Each entry below should be reproduced character for character.

___

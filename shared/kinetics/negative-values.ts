import { KineticsError } from './numeric/kinetics-error.ts';
import type { RateLawModel } from './order/fit-rate-law.ts';

/**
 * Why a rate law cannot describe a series with a negative value, or null when it can. The
 * first-order law C = C0·e^(−k·t) keeps the sign of C0 and never crosses zero; the second-order
 * law 1/C = 1/C0 + k·t has no negative C for C0 > 0 and k ≥ 0 before its pole; the free order's
 * Cⁿ is not real for a negative C and non-integer n. Only the zero-order line C = C0 − k·t can
 * pass below zero. Fitting those laws anyway gives numbers that mean nothing, so they are not
 * applicable for such a series, with this reason (issue 12 §6). A value of exactly zero is left
 * to the fits (a result at the detection limit written as 0 with constant error is allowed).
 *
 * Reference: the integrated rate laws, e.g. Atkins & de Paula, Physical Chemistry, 9th ed.,
 * §21.3 (integrated rate laws).
 *
 * Throws nothing. Example: values 1.0, 0.4, −0.2 at 0, 3, 6 months give for model 1 "the
 * first-order law (C = C0·e^(−k·t)) cannot produce a negative value, and the point at time 6 has
 * value -0.2".
 */
const LAW_WORDS: Record<Exclude<RateLawModel, 0>, string> = {
  1: 'the first-order law (C = C0·e^(−k·t))',
  2: 'the second-order law (1/C = 1/C0 + k·t)',
  n: 'the free-order law (dC/dt = −k·Cⁿ)',
};

export function negativeValueReason(
  model: RateLawModel,
  values: ArrayLike<number>,
  labelOf: (index: number) => string,
): string | null {
  if (model === 0) return null;
  for (let index = 0; index < values.length; index++) {
    if (values[index]! < 0) {
      return `${LAW_WORDS[model]} cannot produce a negative value, and ${labelOf(index)} has value ${values[index]}`;
    }
  }
  return null;
}

/** Refuses the analyst's first- or second-order choice for a series with a negative value. */
export function refuseFixedOrderWithNegativeValue(
  id: string,
  order: RateLawModel | undefined,
  values: ArrayLike<number>,
  labelOf: (index: number) => string,
): void {
  if (order === undefined) return;
  const reason = negativeValueReason(order, values, labelOf);
  if (reason !== null) {
    throw new KineticsError(
      'non-positive-value',
      `Series ${id} cannot be analysed with the order fixed at ${order}: ${reason}. Fix the value or fit zero order.`,
      { id, order },
    );
  }
}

___

RESULT FOR THIS TASK
filename shared/kinetics/negative-values.ts
import { KineticsError } from './numeric/kinetics-error.ts';
import type { RateLawModel } from './order/fit-rate-law.ts';

/**
 * Why a rate law cannot describe a series with a negative value, or null when it can. The
 * first-order law C = C0·e^(−k·t) keeps the sign of C0 and never crosses zero; the second-order
 * law 1/C = 1/C0 + k·t has no negative C for C0 > 0 and k ≥ 0 before its pole; the free order's
 * Cⁿ is not real for a negative C and non-integer n. Only the zero-order line C = C0 − k·t can
 * pass below zero. Fitting those laws anyway gives numbers that mean nothing, so they are not
 * applicable for such a series, with this reason (issue 12 §6). A value of exactly zero is left
 * to the fits (a result at the detection limit written as 0 with constant error is allowed).
 *
 * Reference: the integrated rate laws, e.g. Atkins & de Paula, Physical Chemistry, 9th ed.,
 * §21.3 (integrated rate laws).
 *
 * Throws nothing. Example: values 1.0, 0.4, −0.2 at 0, 3, 6 months give for model 1 "the
 * first-order law (C = C0·e^(−k·t)) cannot produce a negative value, and the point at time 6 has
 * value -0.2".
 */
const LAW_WORDS: Record<Exclude<RateLawModel, 0>, string> = {
  1: 'the first-order law (C = C0·e^(−k·t))',
  2: 'the second-order law (1/C = 1/C0 + k·t)',
  n: 'the free-order law (dC/dt = −k·Cⁿ)',
};

export function negativeValueReason(
  model: RateLawModel,
  values: ArrayLike<number>,
  labelOf: (index: number) => string,
): string | null {
  if (model === 0) return null;
  for (let index = 0; index < values.length; index++) {
    if (values[index]! < 0) {
      return `${LAW_WORDS[model]} cannot produce a negative value, and ${labelOf(index)} has value ${values[index]}`;
    }
  }
  return null;
}

/** Refuses the analyst's first- or second-order choice for a series with a negative value. */
export function refuseFixedOrderWithNegativeValue(
  id: string,
  order: RateLawModel | undefined,
  values: ArrayLike<number>,
  labelOf: (index: number) => string,
): void {
  if (order === undefined) return;
  const reason = negativeValueReason(order, values, labelOf);
  if (reason !== null) {
    throw new KineticsError(
      'non-positive-value',
      `Series ${id} cannot be analysed with the order fixed at ${order}: ${reason}. Fix the value or fit zero order.`,
      { id, order },
    );
  }
}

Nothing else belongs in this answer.